From an on a budget person to another on a budget person:

An inexpensive netbook with give you some internet access on a budget price. 

As for surveying, unless where you keep her doesn't require insurance, you may have to fork out the dough anyway. On a 30' boat it shouldn't cost an arm and a leg and certainly less than most anything you'll have to get to get her in shape anyway. Assuming she needs more than Lysol, of course. 

Find a good surveyor who'll happily tell you what he/she is doing and why and what the results mean and/or how to address them and that $300 or so bucks becomes a great and thorough introduction to your new purchase, even if she was cheap to begin with. 

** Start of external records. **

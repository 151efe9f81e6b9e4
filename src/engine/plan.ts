// A build as phases of independent tasks. Input files are the units of work: every per-file phase
// writes one output per input file, so what a task does depends on its files and not on how many
// tasks there are, and any number of tasks gives the same bytes.
//
//   read                 per input file: read, map, the leading per-record stages
//   pass-N               per input file: per-record stages, split and decontaminate (their whole-stream
//                        checks gathered in assemble), tokenize
//   exact-dups           per partition of text hashes: the first of every group of equal texts (hashes from the pass before)
//   buckets              per bucket partition: candidate pairs from shared band buckets, confirmed by signature
//   clusters             one task: near-duplicate clusters, the kept record of each
//   lines                per partition of line keys: lines repeated in min_docs records (strip_repeated_lines)
//   whole-N              one task: stages that need the whole stream in one instance (tokenizer training,
//                        MinHash with exact confirmation, stages added by a library user)
//   assemble             one task: ledger, packing, shuffle, shards, manifest
//
// A decision of exact-dups, clusters or lines is applied by whichever phase reads the records next.
import { dirname, basename, join, isAbsolute, resolve } from "node:path";
import type { LoadedPipeline } from "../pipeline/load.js";
import type { StageEntry } from "../pipeline/config.js";
import { BUILTIN_STAGES, STAGES } from "../stages/index.js";
import type { MinhashOptions } from "../dedup/options.js";
import type { TokenizeOptions } from "../stages/tokenize.js";
import type { PhaseInfo, TaskPlan } from "./plan-types.js";

/** What a phase does; `entries` are the pipeline's stage entries it runs. */
export type PhaseKind =
  | { kind: "read"; entries: StageEntry[]; collect?: Collect }
  | { kind: "pass"; entries: StageEntry[]; collect?: Collect }
  | { kind: "exact"; entry: StageEntry }
  | { kind: "buckets"; entry: StageEntry }
  | { kind: "clusters"; entry: StageEntry; ordinal: number }
  | { kind: "lines"; entry: StageEntry }
  | { kind: "whole"; entries: StageEntry[] }
  | { kind: "assemble" };

/** What a per-file phase gathers for the global step after it. */
export type Collect = { kind: "exact" } | { kind: "minhash"; entry: StageEntry } | { kind: "lines"; entry: StageEntry };

export interface Phase extends PhaseInfo {
  /** Phases before it whose outputs it reads: a task refuses to start until they are complete. */
  index: number;
  /** True when each task handles a share of the input files (else of bucket partitions, or one task). */
  perFile: boolean;
  does: PhaseKind;
}

export interface PhasePlan extends TaskPlan {
  phases: Phase[];
  /** Tasks of the per-file and per-partition phases. */
  tasks: number;
}

export function workDirOf(p: LoadedPipeline): string {
  const w = p.config.cluster.work_dir;
  if (w === undefined) return join(dirname(p.outDir), `.${basename(p.outDir)}.work`);
  return isAbsolute(w) ? w : resolve(p.baseDir, w);
}

const isExact = (e: StageEntry) => e.name === "dedup" && e.options.method !== "minhash";
/** MinHash with signature confirmation splits into buckets + clusters; `confirm: exact` re-reads texts, so it runs whole. */
const isMinhash = (e: StageEntry) => e.name === "dedup" && e.options.method === "minhash" && (e.options as MinhashOptions).confirm !== "exact";
const isLines = (e: StageEntry) => e.name === "strip_repeated_lines";
/** Steps with a gathering pass, a global phase (or two) and a decision the next reader applies. */
const isGlobal = (e: StageEntry) => isExact(e) || isMinhash(e) || isLines(e);
/** Stages the read phase runs: built-in, one record at a time (ids are not final there), not a tokenizer in training. */
const perRecord = (e: StageEntry) =>
  BUILTIN_STAGES.has(e.name) && STAGES[e.name].perRecord === true && !(e.name === "tokenize" && (e.options as TokenizeOptions).train !== undefined);
/** Stages a per-file pass runs: those, and built-in stages whose whole-stream work is a per-file summary plus `gather`. */
const perFile = (e: StageEntry) => perRecord(e) || (BUILTIN_STAGES.has(e.name) && STAGES[e.name].gather !== undefined);

export function planPhases(p: LoadedPipeline, tasks = p.config.cluster.tasks): PhasePlan {
  const entries = p.config.stages.filter((e) => e.name !== "pack");
  const phases: Phase[] = [];
  const add = (name: string, count: number, perFileTasks: boolean, does: PhaseKind, summary: string) => {
    let unique = name;
    for (let n = 2; phases.some((ph) => ph.name === unique); n++) unique = `${name}-${n}`;
    phases.push({ name: unique, tasks: count, perFile: perFileTasks, does, summary, index: phases.length });
  };
  // The read phase runs the leading per-file stages; default ids are fixed only after it (they count
  // rows across a source's files), so `split` and library stages never run there.
  let i = 0;
  const readEntries: StageEntry[] = [];
  while (i < entries.length && perRecord(entries[i])) readEntries.push(entries[i++]);
  // The per-file phase last added: the next global step gathers its material there.
  let current: { entries: StageEntry[]; collect?: Collect } = { kind: "read", entries: readEntries } as PhaseKind & { entries: StageEntry[] };
  add("read", tasks, true, current as PhaseKind, "read input files, map fields, run the leading per-record stages");
  let minhashes = 0;
  let passes = 1;
  while (i < entries.length) {
    const e = entries[i];
    if (isGlobal(e)) {
      current.collect = isExact(e) ? { kind: "exact" } : isLines(e) ? { kind: "lines", entry: e } : { kind: "minhash", entry: e };
      if (isExact(e)) add("exact-dups", tasks, false, { kind: "exact", entry: e }, "per partition of text hashes: the first of every group of equal texts stays");
      else if (isLines(e)) add("lines", tasks, false, { kind: "lines", entry: e }, "per partition of line keys: lines found in at least min_docs records");
      else {
        minhashes++;
        add("buckets", tasks, false, { kind: "buckets", entry: e }, "candidate pairs from shared band buckets, confirmed by signature");
        add("clusters", 1, false, { kind: "clusters", entry: e, ordinal: minhashes }, "near-duplicate clusters and the record each keeps");
      }
      i++;
      // The next global step collects in a pass of its own, which also applies this decision.
      if (i < entries.length && isGlobal(entries[i])) {
        current = { kind: "pass", entries: [] } as PhaseKind & { entries: StageEntry[] };
        add(`pass-${++passes}`, tasks, true, current as PhaseKind, "apply the decision before, gather for the next");
      }
      continue;
    }
    if (perFile(e)) {
      const run: StageEntry[] = [];
      while (i < entries.length && perFile(entries[i])) run.push(entries[i++]);
      current = { kind: "pass", entries: run } as PhaseKind & { entries: StageEntry[] };
      add(`pass-${++passes}`, tasks, true, current as PhaseKind, `per file: ${run.map((r) => r.name).join(", ")}`);
      continue;
    }
    const run: StageEntry[] = [];
    while (i < entries.length && !perFile(entries[i]) && !isGlobal(entries[i])) run.push(entries[i++]);
    add(`whole-${phases.filter((ph) => ph.does.kind === "whole").length + 1}`, 1, false, { kind: "whole", entries: run }, `one stream: ${run.map((r) => r.name).join(", ")}`);
    // A per-file pass after a whole step may gather for a global step; give it one to attach to.
    current = { kind: "pass", entries: [] } as PhaseKind & { entries: StageEntry[] };
    if (i < entries.length && isGlobal(entries[i])) add(`pass-${++passes}`, tasks, true, current as PhaseKind, "gather for the next step");
  }
  add("assemble", 1, false, { kind: "assemble" }, "ledger, packing, shuffle, shards, manifest");
  return { pipeline: resolve(p.file), workDir: workDirOf(p), outDir: p.outDir, phases, tasks };
}

/** The share of `count` items (input files or bucket partitions) task `index` of `tasks` handles: a contiguous range. */
export function shareOf(index: number, tasks: number, count: number): { from: number; to: number } {
  return { from: Math.floor((index * count) / tasks), to: Math.floor(((index + 1) * count) / tasks) };
}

Good luck with your adventure!


----------



## Crazy (Mar 24, 2010)

i2f- I don't intend to come across that way. I see risk as a fact of life. And I just hope there is an easy button within reach at the time. I went on a charter fishing trip on Lake Michigan once. A storm blew in- 10' waves, etc. I must respect the Great Lakes. But technology is wonderful. I can easily keep a close eye on the weather and head for port- or don't leave it in the first place. 
I do intend to buy a laptop and an 'air card' to have comm and info. My sticking point is that I wish for video- larger screen and a video card. Which relates to price.
I do have some mechanical ability. I actually built a chopper like ya see on TV. Before they made a TV show about it lol. Rode it for 17 yrs too. 
This boat is a challenge as well as a dream. I am not bound by my intentions. If necessary I can find a boatyard where I can put her on the hard and work on her myself. It would be a drudge but also interesting. And be ready to make the cruise next year.


----------



## imagine2frolic (Aug 7, 2008)

White squall - Wikipedia, the free encyclopedia

Not all weather is predictable, and some even though there is warning you can't get out of the way. I have been sailing my own boats for 20 years with 14k miles of cruising. To this day I consider myself a newbie.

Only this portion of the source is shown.